• [WORK ORDER]: Which lines in the data below contain the word "asked"? Return each of them.

• [DATA TO EXAMINE]:

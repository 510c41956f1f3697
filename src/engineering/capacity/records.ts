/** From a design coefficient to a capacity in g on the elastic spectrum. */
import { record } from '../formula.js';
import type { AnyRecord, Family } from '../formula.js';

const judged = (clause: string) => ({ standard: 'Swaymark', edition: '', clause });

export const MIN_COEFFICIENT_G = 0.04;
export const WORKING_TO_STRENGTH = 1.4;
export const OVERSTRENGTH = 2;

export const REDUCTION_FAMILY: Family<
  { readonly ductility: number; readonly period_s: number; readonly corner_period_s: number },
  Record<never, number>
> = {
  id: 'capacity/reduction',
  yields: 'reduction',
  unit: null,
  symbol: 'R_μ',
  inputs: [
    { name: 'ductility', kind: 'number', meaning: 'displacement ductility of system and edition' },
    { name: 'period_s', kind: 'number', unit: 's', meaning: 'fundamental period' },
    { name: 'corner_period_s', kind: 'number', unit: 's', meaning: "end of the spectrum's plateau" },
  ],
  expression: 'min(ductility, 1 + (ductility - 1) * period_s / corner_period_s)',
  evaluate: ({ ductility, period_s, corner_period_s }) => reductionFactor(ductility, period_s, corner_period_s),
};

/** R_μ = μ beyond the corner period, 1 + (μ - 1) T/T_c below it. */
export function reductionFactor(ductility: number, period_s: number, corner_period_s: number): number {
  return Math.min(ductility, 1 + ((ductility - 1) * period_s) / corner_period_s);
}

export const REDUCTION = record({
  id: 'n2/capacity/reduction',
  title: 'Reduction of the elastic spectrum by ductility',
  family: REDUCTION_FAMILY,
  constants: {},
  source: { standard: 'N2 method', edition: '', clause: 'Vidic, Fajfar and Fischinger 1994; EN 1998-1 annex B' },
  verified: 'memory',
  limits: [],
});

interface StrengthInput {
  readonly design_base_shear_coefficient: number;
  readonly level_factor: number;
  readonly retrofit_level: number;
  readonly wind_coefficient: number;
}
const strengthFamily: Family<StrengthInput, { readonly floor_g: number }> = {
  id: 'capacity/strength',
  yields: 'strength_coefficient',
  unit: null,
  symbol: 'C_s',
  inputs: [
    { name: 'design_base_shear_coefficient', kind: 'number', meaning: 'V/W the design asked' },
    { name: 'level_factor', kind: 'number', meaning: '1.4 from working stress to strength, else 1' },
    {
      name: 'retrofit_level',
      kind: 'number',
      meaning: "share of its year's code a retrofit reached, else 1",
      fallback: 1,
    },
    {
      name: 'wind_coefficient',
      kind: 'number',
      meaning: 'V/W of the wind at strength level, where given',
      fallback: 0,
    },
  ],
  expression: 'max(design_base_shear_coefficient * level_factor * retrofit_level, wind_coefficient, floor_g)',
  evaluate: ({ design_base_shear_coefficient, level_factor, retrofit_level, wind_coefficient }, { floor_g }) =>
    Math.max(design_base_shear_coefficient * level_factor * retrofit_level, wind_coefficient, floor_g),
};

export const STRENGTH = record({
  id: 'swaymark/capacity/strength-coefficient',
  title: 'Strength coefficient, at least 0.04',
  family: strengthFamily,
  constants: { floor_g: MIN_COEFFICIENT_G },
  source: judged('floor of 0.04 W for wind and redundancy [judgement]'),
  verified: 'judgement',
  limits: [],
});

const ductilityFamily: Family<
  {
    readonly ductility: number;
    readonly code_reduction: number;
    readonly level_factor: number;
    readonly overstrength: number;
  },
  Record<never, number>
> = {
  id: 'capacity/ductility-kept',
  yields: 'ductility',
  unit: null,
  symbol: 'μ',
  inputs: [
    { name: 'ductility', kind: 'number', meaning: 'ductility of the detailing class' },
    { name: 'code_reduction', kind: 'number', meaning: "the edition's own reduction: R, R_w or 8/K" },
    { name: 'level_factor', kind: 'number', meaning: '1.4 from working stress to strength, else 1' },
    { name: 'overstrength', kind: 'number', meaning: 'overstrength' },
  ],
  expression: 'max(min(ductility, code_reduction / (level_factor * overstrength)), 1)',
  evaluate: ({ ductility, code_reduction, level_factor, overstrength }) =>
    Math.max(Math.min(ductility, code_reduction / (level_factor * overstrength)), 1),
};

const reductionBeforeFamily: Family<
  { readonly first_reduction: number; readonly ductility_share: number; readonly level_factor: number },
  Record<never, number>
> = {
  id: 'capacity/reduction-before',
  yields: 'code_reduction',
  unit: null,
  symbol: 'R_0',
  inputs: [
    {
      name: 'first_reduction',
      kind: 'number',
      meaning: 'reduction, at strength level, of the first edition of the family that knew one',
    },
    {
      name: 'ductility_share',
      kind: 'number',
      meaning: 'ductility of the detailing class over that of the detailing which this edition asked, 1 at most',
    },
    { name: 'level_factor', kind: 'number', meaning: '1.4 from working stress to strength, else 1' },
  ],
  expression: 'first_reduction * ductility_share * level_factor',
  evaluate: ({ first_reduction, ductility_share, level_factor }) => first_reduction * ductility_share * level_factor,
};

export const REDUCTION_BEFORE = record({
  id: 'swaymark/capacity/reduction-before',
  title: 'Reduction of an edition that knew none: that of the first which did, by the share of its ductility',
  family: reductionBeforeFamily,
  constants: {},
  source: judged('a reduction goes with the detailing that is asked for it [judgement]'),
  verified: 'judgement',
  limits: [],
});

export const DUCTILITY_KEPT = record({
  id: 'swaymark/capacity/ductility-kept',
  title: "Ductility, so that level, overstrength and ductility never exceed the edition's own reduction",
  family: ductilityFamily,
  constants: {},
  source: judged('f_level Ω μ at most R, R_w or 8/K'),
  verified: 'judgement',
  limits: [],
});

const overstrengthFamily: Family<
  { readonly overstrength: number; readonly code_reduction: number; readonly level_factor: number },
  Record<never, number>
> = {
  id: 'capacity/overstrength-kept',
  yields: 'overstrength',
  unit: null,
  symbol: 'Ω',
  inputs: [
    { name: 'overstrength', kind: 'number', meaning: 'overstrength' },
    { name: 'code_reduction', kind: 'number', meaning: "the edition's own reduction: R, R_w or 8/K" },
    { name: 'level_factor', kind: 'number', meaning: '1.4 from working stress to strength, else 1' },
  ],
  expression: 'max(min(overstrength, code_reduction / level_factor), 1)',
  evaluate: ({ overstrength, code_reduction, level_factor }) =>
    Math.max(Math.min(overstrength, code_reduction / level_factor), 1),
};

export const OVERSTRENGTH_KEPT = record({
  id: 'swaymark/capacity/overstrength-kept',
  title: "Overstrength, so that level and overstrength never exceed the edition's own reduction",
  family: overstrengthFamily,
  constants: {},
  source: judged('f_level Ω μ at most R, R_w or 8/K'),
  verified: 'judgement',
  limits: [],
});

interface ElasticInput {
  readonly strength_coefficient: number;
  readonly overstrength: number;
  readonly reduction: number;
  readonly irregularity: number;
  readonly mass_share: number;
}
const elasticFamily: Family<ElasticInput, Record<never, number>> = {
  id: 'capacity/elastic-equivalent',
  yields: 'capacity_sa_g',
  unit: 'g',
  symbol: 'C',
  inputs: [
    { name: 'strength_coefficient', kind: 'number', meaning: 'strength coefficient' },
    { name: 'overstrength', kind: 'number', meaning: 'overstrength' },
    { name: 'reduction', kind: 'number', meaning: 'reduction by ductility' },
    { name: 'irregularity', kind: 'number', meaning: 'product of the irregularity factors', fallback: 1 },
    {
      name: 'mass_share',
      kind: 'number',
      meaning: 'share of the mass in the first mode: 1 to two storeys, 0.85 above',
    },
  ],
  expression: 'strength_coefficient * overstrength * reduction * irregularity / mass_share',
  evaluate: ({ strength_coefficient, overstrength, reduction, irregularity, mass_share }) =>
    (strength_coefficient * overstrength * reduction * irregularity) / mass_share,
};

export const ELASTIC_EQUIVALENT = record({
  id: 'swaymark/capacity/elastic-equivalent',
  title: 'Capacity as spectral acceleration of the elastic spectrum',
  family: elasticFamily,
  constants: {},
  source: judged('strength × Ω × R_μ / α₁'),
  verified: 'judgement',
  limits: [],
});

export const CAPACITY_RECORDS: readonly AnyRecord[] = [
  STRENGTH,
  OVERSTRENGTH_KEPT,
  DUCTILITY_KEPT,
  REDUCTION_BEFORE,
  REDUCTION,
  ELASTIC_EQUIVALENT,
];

• [RESPONSE]:
    { name: 'design_base_shear_coefficient', kind: 'number', meaning: 'V/W the design asked' },
      meaning: 'ductility of the detailing class over that of the detailing which this edition asked, 1 at most',
  source: judged('a reduction goes with the detailing that is asked for it [judgement]'),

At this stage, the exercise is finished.